Based on the concept that outcome prediction scores might not work properly in a setting where patient characteristics or diagnoses are substantially different from those of patients used in the development of the score,4 and the observation of the increased prevalence of children admitted to the PICU with CCCs in recent years, who had higher mortality rates than patients without CCCs,2 it was considered important to evaluate the performance of outcome prediction scores in a setting that would reflect these changes. The aim of this study was to evaluate the performance
of the PIM2 score for predicting outcomes in a PICU with high prevalence of patients selleck with CCCs, and to compare the score performance
between patients with and without CCCs. This study was approved by the Research Ethics Committee of Universidade Federal de Minas Gerais, Belo Horizonte, Brazil, and an informed consent was obtained for all participants. A prospective cohort study was conductions in the PICU of the Hospital das Clínicas. The PICU has ten beds, with approximately 370 admissions per year, both clinical and surgical, including cardiac surgery. All patients admitted to the PICU between February 1, 2009 and January 31, 2011 were included in the study. Patients younger than 30 days or older than 18 years, patients who died within the first two hours of admission, patients with suspected brain death at admission that was later confirmed, patients considered as having Raf inhibitor no chance of curative treatment (NCCT), and patients see more whose parents/guardians did not sign the consent form were excluded from the study. The study variables were those used to characterize the patients, death probability calculated by PIM2, and outcome variables. The data from the analyzed variables were collected
by the researchers from the medical and nursing records.
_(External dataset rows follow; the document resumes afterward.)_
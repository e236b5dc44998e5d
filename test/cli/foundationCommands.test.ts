import { mkdtempSync, readFileSync, writeFileSync } from "node:fs";
import { tmpdir } from "node:os";
import { join } from "node:path";
import { spawnSync } from "node:child_process";
import { describe, expect, it } from "vitest";
import { API_VERSION } from "../../server/api/createApp.ts";
import { COMMANDS } from "../../server/cli/commands.ts";
import { ENGINE_VERSION } from "../../server/version.ts";
import { runCliInProcess } from "../helpers/runCliInProcess.ts";

// Command-line conventions: --help everywhere, --json alone on stdout, non-zero exit on error (common practice, no source).
const tmp = () => mkdtempSync(join(tmpdir(), "mg-cli-"));

describe("morphogauge command line", () => {
  for (const c of COMMANDS) {
    it(`morphogauge ${c.name} --help prints its usage and exits 0`, async () => {
      const r = await runCliInProcess([c.name, "--help"]);
      expect(r.code).toBe(0);
      expect(r.stdout).toContain(`Usage: morphogauge ${c.name}`);
      expect(r.stdout).toContain("--db PATH");
      expect(r.stdout).toContain("--json");
    });
  }

  it("morphogauge demo fills the demo's own database (MORPHOGAUGE_DEMO_DB), and list --json on it gives the demo embryos", async () => {
    const dir = tmp();
    const env = { MORPHOGAUGE_DEMO_DB: join(dir, "demo.db"), MORPHOGAUGE_DB: join(dir, "demo.db") };
    const demo = await runCliInProcess(["demo", "--json"], { MORPHOGAUGE_DEMO_DB: env.MORPHOGAUGE_DEMO_DB }, dir);
    expect(demo.code).toBe(0);
    const out = JSON.parse(demo.stdout);
    expect(out.files.map((f: { status: string }) => f.status)).toEqual(["imported", "imported"]);
    const list = await runCliInProcess(["list", "--json", "--genotype", "tardy"], env, dir);
    const profiles = JSON.parse(list.stdout).profiles;
    expect(profiles).toHaveLength(30);
    expect(profiles[0]).toMatchObject({ genotype: "tardy", channel: "glm", position_unit: "um" });
  });

  it("morphogauge import --json reports embryos, profiles and warnings per file and refuses a broken file with exit 1", async () => {
    const dir = tmp();
    const good = join(dir, "good.csv");
    const bad = join(dir, "bad.csv");
    writeFileSync(good, "embryo,genotype,position [µm],intensity\n" + [0, 1, 2, 3, 4].map((i) => `A,wt,${i},${i * 10}`).join("\n"));
    writeFileSync(bad, "embryo,position [µm],intensity\n" + [0, 1, 2, 3, 4].map((i) => `B,${i},${i === 2 ? "x" : 5 - i}`).join("\n"));
    const r = await runCliInProcess(["import", good, bad, "--json", "--db", join(dir, "t.db")], {}, dir);
    expect(r.code).toBe(1);
    const out = JSON.parse(r.stdout);
    expect(out.files[0]).toMatchObject({ file: "good.csv", status: "imported", profilesAdded: 1, embryos: ["A"] });
    expect(out.files[0].warnings.map((w: { code: string }) => w.code)).toContain("rising");
    expect(out.files[1]).toMatchObject({ file: "bad.csv", status: "rejected" });
    expect(out.files[1].error.message).toContain('bad.csv, row 4, column "intensity": "x" is not a number');
  });

  it("morphogauge import names a missing file and a bad option value", async () => {
    const dir = tmp();
    const missing = await runCliInProcess(["import", "nope.csv", "--db", join(dir, "t.db")], {}, dir);
    expect(missing.code).toBe(1);
    expect(missing.stderr).toContain("nope.csv: no such file");
    const badOpt = await runCliInProcess(["import", "x.csv", "--pixel-size", "abc"], {}, dir);
    expect(badOpt.code).toBe(1);
    expect(badOpt.stderr).toContain('--pixel-size: "abc" is not a number');
    const unknown = await runCliInProcess(["import", "--frobnicate"], {}, dir);
    expect(unknown.code).toBe(2);
  });

  it("morphogauge --version prints package.json's version, the one the API reports", async () => {
    // common practice, no source: one version string, read from the package manifest.
    const manifest = JSON.parse(readFileSync("package.json", "utf8")) as { version: string };
    const r = await runCliInProcess(["--version"]);
    expect(r.stdout.trim()).toBe(manifest.version);
    expect(API_VERSION).toBe(manifest.version);
    expect(ENGINE_VERSION).toContain(manifest.version);
  });

  it("the installed morphogauge entry point runs as a separate process", () => {
    const r = spawnSync(process.execPath, ["server/cli/morphogauge.mjs", "--help"], { encoding: "utf8" });
    expect(r.status).toBe(0);
    expect(r.stdout).toContain("Commands:");
  });
});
For patient characterization, the following data were evaluated: age, gender, presence of CCC, type of CCC, type of admission (medical or surgical), type of clinical pathology, type of surgical pathology, elective or non-elective admission condition, and use of invasive mechanical ventilation. The presence of CCC was recorded when the patient had any medical condition characterized by pathology duration of at least 12 months (except when the patient died) that affected any body system or organ severely enough to require care from a pediatric specialty, and probably requiring hospitalization in a tertiary hospital.1 The patient’s CCC was classified according to the classification developed by Feudtner et al.:1 neuromuscular malformations; cardiovascular malformations; respiratory, renal, gastrointestinal, hematological or immunological, and metabolic; other genetic or congenital defects; and neoplasms.